With this expansion, the DFT total energy in Eq. (1) can be expanded as

$$\begin{aligned} E^\mathrm {DFT} [\rho ^0 + \delta \rho ]&= E^\mathrm {nuc} - \frac{1}{2} \int ^\prime \int \frac{\rho ^0 \rho ^{0 \prime }}{\left| \mathbf {r}-\mathbf {r}^\prime \right| } + E^\mathrm {xc} [\rho ^0] - \int V^\mathrm {xc} [\rho ^0] \rho ^0 \nonumber \\&\quad + \sum _i^\mathrm {occ} f_i \left\langle \psi _i \left| - \frac{\nabla ^2}{2} + V^\mathrm {ext} + \int ^\prime \frac{\rho ^{0\prime }}{\left| \mathbf {r} - \mathbf {r}^\prime \right| } + V^\mathrm {xc} [\rho ^0] \right| \psi _i \right\rangle \nonumber \\&\quad + \frac{1}{2} \int ^\prime \int \left( \frac{1}{\left| \mathbf {r} - \mathbf {r}^\prime \right| } + \left. \frac{\delta ^2 E^\mathrm {xc} [\rho ]}{\delta \rho \delta \rho ^\prime } \right| _{\rho ^0, \rho ^{0\prime }} \right) \delta \rho \delta \rho ^\prime \nonumber \\&\quad + \frac{1}{6} \int ^{\prime \prime } \int ^\prime \int \left. \frac{\delta ^3 E^\mathrm {xc} [\rho ]}{\delta \rho \delta \rho ^\prime \delta \rho ^{\prime \prime }} \right| _{\rho ^0, \rho ^{0\prime }, \rho ^{0\prime \prime }} \delta \rho \delta \rho ^\prime \delta \rho ^{\prime \prime } + \cdots \end{aligned}$$
(3)
$$\begin{aligned}&\approx E^\mathrm {rep} + E^\mathrm {1st} + E^\mathrm {2nd} + E^\mathrm {3rd} \ , \end{aligned}$$
(4)

where \(V^\mathrm {xc}\) is the exchange–correlation potential.

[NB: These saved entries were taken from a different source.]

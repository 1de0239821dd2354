namespace IndexKeeper.Churn.Report;

/// <summary>One strategy's cost on one day.</summary>
/// <param name="EncoderCalls">Encoder page calls.</param>
/// <param name="HashedTermSeconds">Encoder seconds with the hashed-term encoder: measured for (c); calls × (c)'s measured mean for (a) and (b).</param>
/// <param name="MiniLmSeconds">Encoder seconds with the minilm encoder: calls × the per-page time measured on a sample in the same run.</param>
/// <param name="BytesWritten">Vector bytes written (for (c): segment bytes appended plus compaction rewrites).</param>
/// <param name="BytesOnDisk">Vector bytes held at the end of the day (for (c): the whole index directory).</param>
/// <param name="Misses">Pages whose content changed but that are not served with vectors of it.</param>
/// <param name="StaleServed">Vectors or catalog pages served for content no file holds any more.</param>
internal sealed record StrategyDay(long EncoderCalls, double HashedTermSeconds, double MiniLmSeconds, long BytesWritten, long BytesOnDisk, long Misses, long StaleServed);
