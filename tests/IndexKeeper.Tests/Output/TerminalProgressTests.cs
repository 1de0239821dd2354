using IndexKeeper.Cli.Output;
using IndexKeeper.Core.Pipeline;
using Spectre.Console.Testing;

namespace IndexKeeper.Tests.Output;

/// <summary>The progress display of a pass: Spectre.Console on a terminal, plain lines when stderr is redirected.</summary>
public sealed class TerminalProgressTests
{
    [Fact]
    public void A_terminal_shows_each_phase_with_its_percentage_and_names_escaped()
    {
        var console = new TestConsole().Interactive().Width(160);

        var result = TerminalProgress.Around(console, progress =>
        {
            progress.Report(new ScanProgress("checking", 1, 4, "reports/\u001b[2Jwiped.pdf"));
            progress.Report(new ScanProgress("embedding", 30, 40, null));
            return 7;
        });

        Assert.Equal(7, result);
        Assert.Contains("checking", console.Output, StringComparison.Ordinal);
        Assert.Contains("embedding", console.Output, StringComparison.Ordinal);
        Assert.Contains("75%", console.Output, StringComparison.Ordinal);

        // The name's ESC is shown as \x1B (TerminalText), never sent to the terminal.
        Assert.Contains("\\x1B[2Jwiped.pdf", console.Output, StringComparison.Ordinal);
        Assert.DoesNotContain("\u001b[2J", console.Output, StringComparison.Ordinal);
    }

    [Fact]
    public void Redirected_progress_is_one_plain_line_per_phase()
    {
        using var output = new StringWriter();
        var progress = new PlainProgress(output);

        progress.Report(new ScanProgress("walking", 1, 0, "a.pdf"));
        progress.Report(new ScanProgress("walking", 2, 0, "b.pdf"));
        progress.Report(new ScanProgress("embedding", 3, 3, null));

        Assert.Equal(["walking: 1", "embedding: 3/3"], output.ToString().Split(Environment.NewLine, StringSplitOptions.RemoveEmptyEntries));
    }
}
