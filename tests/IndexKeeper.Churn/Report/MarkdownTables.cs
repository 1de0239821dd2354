using System.Globalization;
using System.Text;

namespace IndexKeeper.Churn.Report;

/// <summary>The report's tables in Markdown, ready for docs/benchmarks.md.</summary>
internal static class MarkdownTables
{
    public static string Write(MonthReport report)
    {
        var text = new StringBuilder();
        var month = report.Days.Where(d => d.Day > 0).ToList();
        text.AppendLine("| day type | days | pages changed (truth) | calls (a) | calls (b) | calls (c) | (a)/(c) | (b)/(c) | misses (c) | stale served (c) |");
        text.AppendLine("|---|---:|---:|---:|---:|---:|---:|---:|---:|---:|");
        foreach (var group in report.Days.GroupBy(d => d.DayType))
        {
            var list = group.ToList();
            Row(text, group.Key, list);
        }

        Row(text, "**month (days 1–" + N(month.Count) + ")**", month);
        text.AppendLine();
        text.AppendLine("| month totals (days 1–" + N(month.Count) + ") | (a) full re-embed | (b) file hashing | (c) IndexKeeper | (a)/(c) | (b)/(c) |");
        text.AppendLine("|---|---:|---:|---:|---:|---:|");
        Totals(text, "encoder page calls", month, d => d.EncoderCalls, v => N((long)v));
        Totals(text, "encoder seconds, hashed terms", month, d => d.HashedTermSeconds, v => F(v, 2));
        Totals(text, "encoder seconds, minilm (calls × measured s/page)", month, d => d.MiniLmSeconds, v => F(v, 0));
        Totals(text, "vector bytes written, MB", month, d => d.BytesWritten, v => F(v / 1e6, 1));
        text.AppendLine(string.Create(CultureInfo.InvariantCulture, $"| vector bytes on disk at the end, MB | {F(month[^1].FullReembed.BytesOnDisk / 1e6, 1)} | {F(month[^1].FileHashing.BytesOnDisk / 1e6, 1)} | {F(month[^1].IndexKeeper.BytesOnDisk / 1e6, 1)} (whole index directory) | | |"));
        text.AppendLine(string.Create(CultureInfo.InvariantCulture, $"| misses / stale vectors served | 0 / 0 (by construction) | 0 / 0 (by construction) | {N(month.Sum(d => d.IndexKeeper.Misses))} / {N(month.Sum(d => d.IndexKeeper.StaleServed))} (measured) | | |"));
        text.AppendLine();
        text.AppendLine("| day | type | files | pages | new contents | calls (a) | calls (b) | calls (c) | files read (c) | sync (c), s | space amp. (c) |");
        text.AppendLine("|---:|---|---:|---:|---:|---:|---:|---:|---:|---:|---:|");
        foreach (var d in report.Days)
        {
            text.AppendLine(string.Create(CultureInfo.InvariantCulture,
                $"| {d.Day} | {d.DayType} | {N(d.Files)} | {N(d.Pages)} | {N(d.NewContents)} | {N(d.FullReembed.EncoderCalls)} | {N(d.FileHashing.EncoderCalls)} | {N(d.IndexKeeper.EncoderCalls)} | {N(d.IndexKeeperFilesRead)} | {F(d.IndexKeeperSyncSeconds, 1)} | {F(d.IndexKeeperSpaceAmplification, 2)} |"));
        }

        return text.ToString();
    }

    private static void Row(StringBuilder text, string name, List<DayFigures> days)
    {
        long a = days.Sum(d => d.FullReembed.EncoderCalls), b = days.Sum(d => d.FileHashing.EncoderCalls), c = days.Sum(d => d.IndexKeeper.EncoderCalls);
        text.AppendLine(string.Create(CultureInfo.InvariantCulture,
            $"| {name} | {days.Count} | {N(days.Sum(d => d.NewContents))} | {N(a)} | {N(b)} | {N(c)} | {Ratio(a, c)} | {Ratio(b, c)} | {N(days.Sum(d => d.IndexKeeper.Misses))} | {N(days.Sum(d => d.IndexKeeper.StaleServed))} |"));
    }

    private static void Totals(StringBuilder text, string name, List<DayFigures> days, Func<StrategyDay, double> value, Func<double, string> format)
    {
        double a = days.Sum(d => value(d.FullReembed)), b = days.Sum(d => value(d.FileHashing)), c = days.Sum(d => value(d.IndexKeeper));
        text.AppendLine($"| {name} | {format(a)} | {format(b)} | {format(c)} | {Ratio(a, c)} | {Ratio(b, c)} |");
    }

    private static string Ratio(double x, double y) => y == 0 ? "—" : (x / y).ToString("0.0", CultureInfo.InvariantCulture) + "×";

    private static string N(long value) => value.ToString("N0", CultureInfo.InvariantCulture);

    private static string F(double value, int decimals) => double.IsNaN(value) ? "—" : value.ToString("N" + decimals.ToString(CultureInfo.InvariantCulture), CultureInfo.InvariantCulture);
}
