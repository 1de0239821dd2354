namespace IndexKeeper.Churn.Report;

/// <summary>The incrementally kept index against one built from scratch over the final store.</summary>
internal sealed record RebuildComparison(
    long IncrementalKeys,
    long RebuildKeys,
    long KeysOnlyInOne,
    long DocumentsDiffering,
    long VectorSetsCompared,
    long VectorSetsDiffering,
    int Queries,
    int QueriesDiffering,
    IReadOnlyList<string> Differences,
    double RebuildSeconds,
    long RebuildEncoderCalls)
{
    public bool Equal => KeysOnlyInOne == 0 && DocumentsDiffering == 0 && VectorSetsDiffering == 0 && QueriesDiffering == 0;
}
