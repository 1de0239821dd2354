namespace IndexKeeper.Churn.Report;

/// <summary>Everything one run of the simulator measured; written as JSON.</summary>
internal sealed record MonthReport(
    string Profile,
    int Seed,
    string Machine,
    string EncoderChange,
    double HashedTermSecondsPerPage,
    double MiniLmSecondsPerPage,
    int MiniLmSamplePages,
    IReadOnlyList<DayFigures> Days,
    RebuildComparison Rebuild,
    double GenerateSeconds,
    double TotalSeconds);
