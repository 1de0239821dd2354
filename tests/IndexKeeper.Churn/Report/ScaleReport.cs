namespace IndexKeeper.Churn.Report;

/// <summary>Figures of the large run (hashed-term encoder).</summary>
internal sealed record ScaleReport(
    int Pages,
    int Files,
    double GenerateSeconds,
    double FirstSyncSeconds,
    double FirstScanSeconds,
    long PagesEmbedded,
    double NoChangeScanSeconds,
    long NoChangeFilesHashed,
    long PeakWorkingSetBytes,
    long CatalogBytes,
    long SegmentBytes,
    double SearchP50Milliseconds,
    double SearchP95Milliseconds,
    int Searches,
    string Machine);
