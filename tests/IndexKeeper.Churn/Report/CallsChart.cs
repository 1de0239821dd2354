using System.Globalization;
using SkiaSharp;

namespace IndexKeeper.Churn.Report;

/// <summary>
/// Encoder page calls per day of the three strategies as a PNG line chart, on a logarithmic scale of
/// (1 + calls) so the smallest series stays readable beside the largest and a day of no calls sits on 0. Text uses DejaVu Sans where Debian installs it.
/// </summary>
internal static class CallsChart
{
    private const int Width = 1200;
    private const int Height = 640;
    private const float Left = 90, Right = 30, Top = 60, Bottom = 90;

    public static void Write(string path, string title, IReadOnlyList<DayFigures> days)
    {
        (string Name, SKColor Colour, Func<DayFigures, long> Calls)[] series =
        [
            ("(a) nightly full re-embed", new SKColor(200, 70, 50), d => d.FullReembed.EncoderCalls),
            ("(b) re-embed files whose bytes changed", new SKColor(220, 160, 30), d => d.FileHashing.EncoderCalls),
            ("(c) IndexKeeper", new SKColor(30, 110, 170), d => d.IndexKeeper.EncoderCalls),
            ("truth: page contents new that day", new SKColor(30, 30, 30), d => d.NewContents),
        ];
        var top = Math.Max(10, days.Max(d => series.Max(s => s.Calls(d))));
        var decades = (int)Math.Ceiling(Math.Log10(top + 1));
        using var surface = SKSurface.Create(new SKImageInfo(Width, Height));
        var canvas = surface.Canvas;
        canvas.Clear(SKColors.White);
        using var typeface = Typeface();
        using var font = new SKFont(typeface, 15);
        using var bold = new SKFont(typeface, 19) { Embolden = true };
        using var ink = new SKPaint { Color = new SKColor(40, 40, 40), IsAntialias = true };
        using var grid = new SKPaint { Color = new SKColor(220, 220, 220), StrokeWidth = 1, IsAntialias = true };
        float plotWidth = Width - Left - Right, plotHeight = Height - Top - Bottom;
        float X(int index) => Left + plotWidth * index / Math.Max(1, days.Count - 1);
        float Y(long value) => Top + plotHeight * (1 - (float)(Math.Log10(1 + value) / decades));

        canvas.DrawText(title, Left, 32, SKTextAlign.Left, bold, ink);
        for (var decade = -1; decade <= decades; decade++)
        {
            var value = decade < 0 ? 0 : (long)Math.Pow(10, decade);
            canvas.DrawLine(Left, Y(value), Left + plotWidth, Y(value), grid);
            canvas.DrawText(value.ToString("N0", CultureInfo.InvariantCulture), Left - 8, Y(value) + 5, SKTextAlign.Right, font, ink);
        }

        for (var i = 0; i < days.Count; i++)
        {
            canvas.DrawLine(X(i), Top + plotHeight, X(i), Top + plotHeight + 5, ink);
            if (days.Count <= 12 || days[i].Day % 2 == 0)
            {
                canvas.DrawText(days[i].Day.ToString(CultureInfo.InvariantCulture), X(i), Top + plotHeight + 22, SKTextAlign.Center, font, ink);
            }
        }

        canvas.DrawText("day (0 = first build)", Left + plotWidth / 2, Top + plotHeight + 44, SKTextAlign.Center, font, ink);
        canvas.Save();
        canvas.RotateDegrees(-90, 24, Top + plotHeight / 2);
        canvas.DrawText("encoder page calls (log scale of 1 + calls)", 24, Top + plotHeight / 2 + 5, SKTextAlign.Center, font, ink);
        canvas.Restore();
        canvas.DrawLine(Left, Top, Left, Top + plotHeight, ink);
        canvas.DrawLine(Left, Top + plotHeight, Left + plotWidth, Top + plotHeight, ink);

        var legendX = Left;
        foreach (var (name, colour, calls) in series)
        {
            // The truth is drawn last, thin and dashed, so (c) lying on it stays visible.
            var truth = name.StartsWith("truth", StringComparison.Ordinal);
            using var dashes = truth ? SKPathEffect.CreateDash([6, 5], 0) : null;
            using var line = new SKPaint { Color = colour, StrokeWidth = truth ? 1.5f : 3, IsAntialias = true, Style = SKPaintStyle.Stroke, PathEffect = dashes };
            using var pathLine = new SKPath();
            for (var i = 0; i < days.Count; i++)
            {
                var point = new SKPoint(X(i), Y(calls(days[i])));
                if (i == 0)
                {
                    pathLine.MoveTo(point);
                }
                else
                {
                    pathLine.LineTo(point);
                }

                if (!truth)
                {
                    canvas.DrawCircle(point, 3.5f, line);
                }
            }

            canvas.DrawPath(pathLine, line);
            canvas.DrawLine(legendX, Height - 18, legendX + 26, Height - 18, line);
            canvas.DrawText(name, legendX + 32, Height - 13, SKTextAlign.Left, font, ink);
            legendX += 44 + font.MeasureText(name);
        }

        using var image = surface.Snapshot();
        using var png = image.Encode(SKEncodedImageFormat.Png, 100);
        Directory.CreateDirectory(Path.GetDirectoryName(Path.GetFullPath(path))!);
        using var file = File.Create(path);
        png.SaveTo(file);
    }

    private static SKTypeface Typeface()
    {
        const string DejaVu = "/usr/share/fonts/truetype/dejavu/DejaVuSans.ttf";
        return (File.Exists(DejaVu) ? SKTypeface.FromFile(DejaVu) : null) ?? SKTypeface.Default;
    }
}
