import { queryOptions, useMutation, useQuery, useQueryClient } from '@tanstack/react-query';
import type { CreateTermBody, Term } from '@shared/api/courses';
import { apiGet, apiPost } from '@client/lib/api';

export const termsQueryKey = ['terms'] as const;

/** GET /api/v1/terms (admins and lecturers): every term, newest first. */
export const termsQueryOptions = () =>
  queryOptions({
    queryKey: termsQueryKey,
    queryFn: ({ signal }) => apiGet<{ terms: Term[] }>('/api/v1/terms', { signal }),
    select: (data) => data.terms,
  });

export function useTerms() {
  return useQuery(termsQueryOptions());
}

/** POST /api/v1/terms (admins). */
export function useCreateTerm() {
  const queryClient = useQueryClient();
  return useMutation({
    mutationFn: (body: CreateTermBody) => apiPost<Term>('/api/v1/terms', body),
    onSuccess: () => queryClient.invalidateQueries({ queryKey: termsQueryKey }),
  });
}
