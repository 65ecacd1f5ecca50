/**
 * Shapes of the exact (Born–Oppenheimer, clamped nuclei) one-electron
 * two-centre model. Atomic units throughout.
 */

/** 1sσg (lowest state) or 2pσu (lowest ungerade state, only when Za = Zb). */
export type ExactState = 'sigma-g' | 'sigma-u';

/** Which Legendre functions P_l enter the angular expansion. */
export type AngularParity = 'even' | 'odd' | 'all';

export interface ExactInput {
  za: number;
  zb: number;
  distanceBohr: number;
  /** default 'sigma-g'; for Za ≠ Zb only the lowest state exists here and 'sigma-u' throws */
  state?: ExactState;
}

export interface ExactEnergy {
  /** electronic energy E_el (without nuclear repulsion) */
  electronicHartree: number;
  /** E_el + Za·Zb/R */
  totalHartree: number;
  /** the separation constant A shared by the angular and radial equations */
  separationConstant: number;
}

/** A symmetric banded matrix: main diagonal and the first two superdiagonals (zero-filled when absent). */
export interface SymmetricBanded {
  diagonal: Float64Array;
  /** element (i, i+1) at index i; length n − 1 */
  upper1: Float64Array;
  /** element (i, i+2) at index i; length n − 2 */
  upper2: Float64Array;
}
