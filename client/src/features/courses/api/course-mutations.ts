import { useMutation, useQueryClient } from '@tanstack/react-query';
import type { AddStaffBody, CourseDetail, CreateCourseBody, StaffRole, UpdateCourseBody } from '@shared/api/courses';
import { apiFetch, apiPost } from '@client/lib/api';
import { meQueryKey } from '@client/features/session/api/get-me';
import { courseQueryKey } from './get-course';

/** Every change to a course refreshes the course list, the course itself (['courses', ...]) and /me. */
function useCourseMutation<TVars>(fn: (vars: TVars) => Promise<CourseDetail>) {
  const queryClient = useQueryClient();
  return useMutation({
    mutationFn: fn,
    onSuccess: (course) => {
      queryClient.setQueryData(courseQueryKey(course.id), course);
      // the dashboard and navigation read the person's courses and roles from /me
      return Promise.all([queryClient.invalidateQueries({ queryKey: ['courses'] }), queryClient.invalidateQueries({ queryKey: meQueryKey })]);
    },
  });
}

/** POST /api/v1/courses */
export const useCreateCourse = () => useCourseMutation((body: CreateCourseBody) => apiPost<CourseDetail>('/api/v1/courses', body));

/** PATCH /api/v1/courses/:courseId */
export const useUpdateCourse = (courseId: number) =>
  useCourseMutation((body: UpdateCourseBody) => apiFetch<CourseDetail>(`/api/v1/courses/${courseId}`, { method: 'PATCH', body }));

/** POST /api/v1/courses/:courseId/archive or /restore */
export const useSetCourseArchived = (courseId: number) =>
  useCourseMutation((archived: boolean) => apiPost<CourseDetail>(`/api/v1/courses/${courseId}/${archived ? 'archive' : 'restore'}`));

/** POST /api/v1/courses/:courseId/staff */
export const useAddStaff = (courseId: number) =>
  useCourseMutation((body: AddStaffBody) => apiPost<CourseDetail>(`/api/v1/courses/${courseId}/staff`, body));

/** DELETE /api/v1/courses/:courseId/staff/:userId/:role */
export const useRemoveStaff = (courseId: number) =>
  useCourseMutation(({ userId, role }: { userId: number; role: StaffRole }) =>
    apiFetch<CourseDetail>(`/api/v1/courses/${courseId}/staff/${userId}/${role}`, { method: 'DELETE' }),
  );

Each term in Eq. (4) corresponds to one line in Eq. (3) and is related to the truncation order of the Taylor expansion in Eq. (2). The last equation is a simplified expression of the DFTB energy:

$$\begin{aligned} E^\mathrm {DFTB} = E^\mathrm {rep} + E^\mathrm {1st} + E^\mathrm {2nd} + E^\mathrm {3rd} \ , \end{aligned}$$
(5)

where the truncation of terms distinguishes the level of DFTB: DFTB1, DFTB2, and DFTB3.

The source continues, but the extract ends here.